Civil War Vet Given Hero’s Burial ‘Stonewall’ Jackson’s Horse Finally Treated With Dignity

Associated Press

The bones of a revered Civil War veteran were buried Sunday on the parade ground at Virginia Military Institute as a fife and drum corps played “Dixie” and re-enactors fired a deafening salute with black-powder rifles.

His name was Little Sorrell, the scruffy, potbellied horse that Gen. Thomas “Stonewall” Jackson rode during the Shenandoah Valley campaign.

Nearly 400 people turned out for the ceremony.

In the decade before he died, and in the subsequent century, Little Sorrell and his remains were often treated with little dignity.

While he lived at the VMI in the 1880s, visitors would pull off a snippet of hair as a souvenir, leaving him with a stunted tail and a fear of strangers.

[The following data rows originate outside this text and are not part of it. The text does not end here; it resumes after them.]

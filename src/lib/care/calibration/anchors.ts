/**
 * The published figures the engine is calibrated to (issue 10), one check per figure. Each names
 * its source (author, title, year), the station whose normals stand for the place, the cultivar
 * the engine plants, and the range the engine must land in. A single published number is widened
 * by 15 % either side; a published range is used as it stands. Plants go in at age 0 (a young
 * plant or sucker set out), as in the trade's own rule of thumb.
 */

/** What the engine is asked, in the unit of the published figure. */
export type Measure =
	/** Planting to the flower (bunch emergence), months, for plantings on the 15th of `months`. */
	| 'planting-to-shooting'
	/** Planting to the mother's harvest, months. */
	| 'planting-to-harvest'
	/** Planting to the mother's stem removal (her whole life), months. */
	| 'planting-to-stem-removal'
	/** Planting to the first followers, months. */
	| 'planting-to-followers'
	/** A logged flower on the 15th of `months` to the harvest, days. */
	| 'shooting-to-harvest'
	/** Harvest to the next harvest on the same mat (mother → follower 1 → follower 2), months. */
	| 'ratoon-interval';

export const MEASURE_UNIT: Readonly<Record<Measure, 'months' | 'days'>> = {
	'planting-to-shooting': 'months',
	'planting-to-harvest': 'months',
	'planting-to-stem-removal': 'months',
	'planting-to-followers': 'months',
	'shooting-to-harvest': 'days',
	'ratoon-interval': 'months'
};

export const MEASURE_NAMES: Readonly<Record<Measure, string>> = {
	'planting-to-shooting': 'planting to flower',
	'planting-to-harvest': 'planting to harvest',
	'planting-to-stem-removal': 'planting to stem removal',
	'planting-to-followers': 'planting to followers',
	'shooting-to-harvest': 'flower to harvest',
	'ratoon-interval': 'harvest to next harvest'
};

export interface Check {
	id: string;
	place: string;
	/** The station whose normals stand for the place (stations.ts). */
	station: string;
	cultivar: string;
	measure: Measure;
	/** The months (1–12) of planting, or of flowering for `shooting-to-harvest`. */
	months: readonly number[];
	/**
	 * `each`: every month's likely result must be inside; `mean`: their mean (a typical cycle);
	 * `covers`: the plan's windows over the months must span the whole published range (where the
	 * sources disagree, the plan should show the spread rather than pick a point); `reaches`: every
	 * month's window must reach into the published range (where one source disagrees with the
	 * others, the plan's window holds it without moving the likely date away from the rest).
	 */
	statistic: 'each' | 'mean' | 'covers' | 'reaches';
	/** The figure as published. */
	figure: string;
	/** The range the engine must land in, in the measure's unit. */
	range: readonly [number, number];
	/** How `range` follows from the figure. */
	rangeNote: string;
	source: string;
	/**
	 * Set when the engine is known to fall outside and why: the check then reports the miss
	 * instead of failing, and the test asserts that it is still outside (so a fix is noticed).
	 * Only another reading of a figure may be a known miss: `otherReadingOf` names the check of
	 * the reading that is met.
	 */
	outsideBecause?: string;
	otherReadingOf?: string;
}

const ALL_MONTHS = [1, 2, 3, 4, 5, 6, 7, 8, 9, 10, 11, 12] as const;
const widened = (figure: number): readonly [number, number] => [round1(figure * 0.85), round1(figure * 1.15)];
const ONE_NUMBER = 'one number, widened by 15 %';
const AS_PUBLISHED = 'the published range';

function round1(x: number): number {
	return Math.round(x * 10) / 10;
}

const AUSTRALIAN_BANANAS = 'Australian Banana Growers’ Council, “Growing” (australianbananas.com.au), page undated';
const CTAHR = 'University of Hawaiʻi CTAHR, Crop Knowledge Master, “Banana”, page undated';
const LASSOUDIERE = 'Lassoudière A. & Maubert P., Fruits 26:321, 1971 (title not recalled)';
const TURNER_1972 = 'Turner D.W., “Banana plant growth”, Aust. J. Exp. Agric. Anim. Husb. 12:209, 1972 (title from memory)';
const CANARIAN = 'a Canarian growers’ article on open-air banana growing (weak source: used as a range)';
const IFAS = 'UF/IFAS Pinellas County extension agent, article on home bananas, 2016';
const TRADE = 'the trade’s rule of thumb (common practice, no source)';

export const checks: readonly Check[] = [
	{
		id: 'trade-followers',
		place: 'Warm subtropical coast (the reference climate)',
		station: 'miami',
		cultivar: 'grand-nain',
		measure: 'planting-to-followers',
		months: ALL_MONTHS,
		statistic: 'mean',
		figure: 'followers at about 6 months',
		range: widened(6),
		rangeNote: `${ONE_NUMBER}; averaged over the planting months (a year of warmth is not spread evenly)`,
		source: TRADE
	},
	{
		id: 'trade-shooting',
		place: 'Warm subtropical coast (the reference climate)',
		station: 'miami',
		cultivar: 'grand-nain',
		measure: 'planting-to-shooting',
		months: ALL_MONTHS,
		statistic: 'each',
		figure: 'flower at about 12 months',
		range: widened(12),
		rangeNote: ONE_NUMBER,
		source: TRADE
	},
	{
		id: 'trade-fill',
		place: 'Warm subtropical coast (the reference climate)',
		station: 'miami',
		cultivar: 'grand-nain',
		measure: 'shooting-to-harvest',
		months: ALL_MONTHS,
		statistic: 'mean',
		figure: 'fruit about 4 months after the flower',
		range: [round1(4 * 0.85 * (365.2425 / 12)), round1(4 * 1.15 * (365.2425 / 12))],
		rangeNote: `${ONE_NUMBER}; averaged over the flowering months (summer bunches fill faster, winter ones slower)`,
		source: TRADE
	},
	{
		id: 'trade-life',
		place: 'Warm subtropical coast (the reference climate)',
		station: 'miami',
		cultivar: 'grand-nain',
		measure: 'planting-to-stem-removal',
		months: ALL_MONTHS,
		statistic: 'mean',
		figure: '16–17 months of life',
		range: [16, 17],
		rangeNote: `${AS_PUBLISHED}, averaged over the planting months`,
		source: TRADE
	},
	{
		id: 'north-queensland-first-bunch',
		place: 'North Queensland coast (Innisfail–Tully)',
		station: 'innisfail',
		cultivar: 'williams',
		measure: 'planting-to-shooting',
		months: ALL_MONTHS,
		statistic: 'each',
		figure: 'first bunch about 12 months after planting (read as the bunch emerging)',
		range: widened(12),
		rangeNote: ONE_NUMBER,
		source: AUSTRALIAN_BANANAS
	},
	{
		id: 'north-queensland-first-bunch-as-harvest',
		place: 'North Queensland coast (Innisfail–Tully)',
		station: 'innisfail',
		cultivar: 'williams',
		measure: 'planting-to-harvest',
		months: ALL_MONTHS,
		statistic: 'each',
		figure: 'first bunch about 12 months after planting (read as the bunch harvested)',
		range: widened(12),
		rangeNote: ONE_NUMBER,
		source: AUSTRALIAN_BANANAS,
		otherReadingOf: 'north-queensland-first-bunch',
		outsideBecause:
			'Read as a harvest, the figure cannot be met together with the trade’s 16–17 months of life in the reference climate: Innisfail’s normals are cooler than Miami’s in every month of the sorted year, so no temperature-driven model harvests there 3 or more months sooner. A commercial plantation (tissue-culture plants, irrigation, fertigation) also runs ahead of a garden.'
	},
	{
		id: 'north-queensland-ratoon',
		place: 'North Queensland coast (Innisfail–Tully)',
		station: 'innisfail',
		cultivar: 'williams',
		measure: 'ratoon-interval',
		months: ALL_MONTHS,
		statistic: 'mean',
		figure: 'then a bunch every 8–10 months',
		range: [8, 10],
		rangeNote: `${AS_PUBLISHED}, for the typical cycle: the mean over plantings in every month and the first two followers`,
		source: AUSTRALIAN_BANANAS
	},
	{
		id: 'north-queensland-ratoon-each',
		place: 'North Queensland coast (Innisfail–Tully)',
		station: 'innisfail',
		cultivar: 'williams',
		measure: 'ratoon-interval',
		months: ALL_MONTHS,
		statistic: 'each',
		figure: 'every single interval, against the 8–15 months the tropical and Canarian figures span together',
		range: [8, 15],
		rangeNote: 'the union of the two published ratoon ranges',
		source: `${AUSTRALIAN_BANANAS}; ${CANARIAN}`
	},
	{
		id: 'honolulu-flowering',
		place: 'Hawaiʻi, Honolulu lowlands',
		station: 'honolulu',
		cultivar: 'grand-nain',
		measure: 'planting-to-shooting',
		months: ALL_MONTHS,
		statistic: 'each',
		figure: 'flowering 9–12 months after planting',
		range: [9, 12],
		rangeNote: AS_PUBLISHED,
		source: CTAHR
	},
	{
		id: 'honolulu-fill',
		place: 'Hawaiʻi, Honolulu lowlands',
		station: 'honolulu',
		cultivar: 'grand-nain',
		measure: 'shooting-to-harvest',
		months: ALL_MONTHS,
		statistic: 'reaches',
		figure: 'fruit ready 60–90 days after the flowers appear (read as ready to cut: the harvest window opens by then)',
		range: [60, 90],
		rangeNote: `${AS_PUBLISHED}; the window, not the likely day, because Aboisso, warmer in every month, reports about 108 days`,
		source: CTAHR
	},
	{
		id: 'honolulu-fill-ripe',
		place: 'Hawaiʻi, Honolulu lowlands',
		station: 'honolulu',
		cultivar: 'grand-nain',
		measure: 'shooting-to-harvest',
		months: ALL_MONTHS,
		statistic: 'each',
		figure: 'fruit ready 60–90 days after the flowers appear (read as the home harvest, the plan’s likely day)',
		range: [60, 90],
		rangeNote: AS_PUBLISHED,
		source: CTAHR,
		otherReadingOf: 'honolulu-fill',
		outsideBecause:
			'The anchors disagree: Aboisso (Lassoudière & Maubert) is warmer than Honolulu in every month yet reports about 108 days, and the trade’s 4 months holds in a reference climate as warm as Honolulu. The likely day is the home harvest (fingers plump and just colouring), 1.45 times the commercial grade’s thermal time; the plan’s window opens at the commercial grade, when the bunch may be cut green, and that opening is inside the 60–90 days (the check above).'
	},
	{
		id: 'aboisso-fill',
		place: 'Aboisso, Côte d’Ivoire (humid tropics)',
		station: 'abidjan',
		cultivar: 'williams',
		measure: 'shooting-to-harvest',
		months: ALL_MONTHS,
		statistic: 'each',
		figure: 'Poyo (Cavendish) harvested on about day 108 after bunch emergence',
		range: widened(108),
		rangeNote: ONE_NUMBER,
		source: LASSOUDIERE
	},
	{
		id: 'alstonville-emergence',
		place: 'Alstonville, New South Wales (cool subtropical)',
		station: 'alstonville',
		cultivar: 'williams',
		measure: 'planting-to-shooting',
		months: [11],
		statistic: 'each',
		figure: 'planted November 1967, bunch emergence about May 1969 (about 18 months)',
		range: widened(18),
		rangeNote: ONE_NUMBER,
		source: TURNER_1972
	},
	{
		id: 'alstonville-emergence-every-season',
		place: 'Alstonville, New South Wales (cool subtropical)',
		station: 'alstonville',
		cultivar: 'williams',
		measure: 'planting-to-shooting',
		months: ALL_MONTHS,
		statistic: 'each',
		figure: 'the same 18 months, held for plantings in every month (an extrapolation: the trial planted in November only)',
		range: widened(18),
		rangeNote: ONE_NUMBER,
		source: TURNER_1972
	},
	{
		id: 'tenerife-first-cut',
		place: 'Tenerife, Canary Islands, open air',
		station: 'santa-cruz-de-tenerife',
		cultivar: 'grand-nain',
		measure: 'planting-to-harvest',
		months: ALL_MONTHS,
		statistic: 'each',
		figure: 'planting to first cut 15–24 months',
		range: [15, 24],
		rangeNote: AS_PUBLISHED,
		source: CANARIAN
	},
	{
		id: 'tenerife-first-cut-window',
		place: 'Tenerife, Canary Islands, open air',
		station: 'santa-cruz-de-tenerife',
		cultivar: 'grand-nain',
		measure: 'planting-to-harvest',
		months: ALL_MONTHS,
		statistic: 'covers',
		figure: 'planting to first cut 15–24 months: the plan’s harvest windows should span it',
		range: [15, 24],
		rangeNote: AS_PUBLISHED,
		source: CANARIAN
	},
	{
		id: 'tenerife-ratoon',
		place: 'Tenerife, Canary Islands, open air',
		station: 'santa-cruz-de-tenerife',
		cultivar: 'grand-nain',
		measure: 'ratoon-interval',
		months: ALL_MONTHS,
		statistic: 'mean',
		figure: 'later bunches every 11–15 months',
		range: [11, 15],
		rangeNote: `${AS_PUBLISHED}, for the typical cycle: the mean over plantings in every month and the first two followers`,
		source: CANARIAN
	},
	{
		id: 'tenerife-ratoon-each',
		place: 'Tenerife, Canary Islands, open air',
		station: 'santa-cruz-de-tenerife',
		cultivar: 'grand-nain',
		measure: 'ratoon-interval',
		months: ALL_MONTHS,
		statistic: 'each',
		figure: 'every single interval, against the 8–15 months the tropical and Canarian figures span together',
		range: [8, 15],
		rangeNote: 'the union of the two published ratoon ranges',
		source: `${AUSTRALIAN_BANANAS}; ${CANARIAN}`
	},
	{
		id: 'tenerife-fill',
		place: 'Tenerife, Canary Islands, open air',
		station: 'santa-cruz-de-tenerife',
		cultivar: 'grand-nain',
		measure: 'shooting-to-harvest',
		months: ALL_MONTHS,
		statistic: 'each',
		figure: 'emergence to harvest 4–7 months',
		range: [round1(4 * (365.2425 / 12)), round1(7 * (365.2425 / 12))],
		rangeNote: AS_PUBLISHED,
		source: CANARIAN
	},
	{
		id: 'pinellas-fill',
		place: 'Pinellas County, Florida (cool-winter subtropical)',
		station: 'st-petersburg-fl',
		cultivar: 'grand-nain',
		measure: 'shooting-to-harvest',
		months: ALL_MONTHS,
		statistic: 'each',
		figure: '2½ to 6 months from flower to mature fruit, depending on temperature',
		range: [round1(2.5 * (365.2425 / 12)), round1(6 * (365.2425 / 12))],
		rangeNote: AS_PUBLISHED,
		source: IFAS
	}
];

The skeleton of Little Sorrell stood in a biology class at VMI for about 40 years until a new science building was completed in 1989. The skeleton was then taken apart and the bones crammed in boxes at the VMI museum, where the stuffed hide of the horse, saddled and bridled, has been exhibited since 1948.

Jackson loved Little Sorrel, whom he also called Fancy, because the horse was a tireless campaigner, sometimes carrying the general 40 miles in a day, and he was fearless in the heat of battle, only rarely spooked by gunfire.

Little Sorrel’s cremated remains were buried at the base of his master’s bronze statue.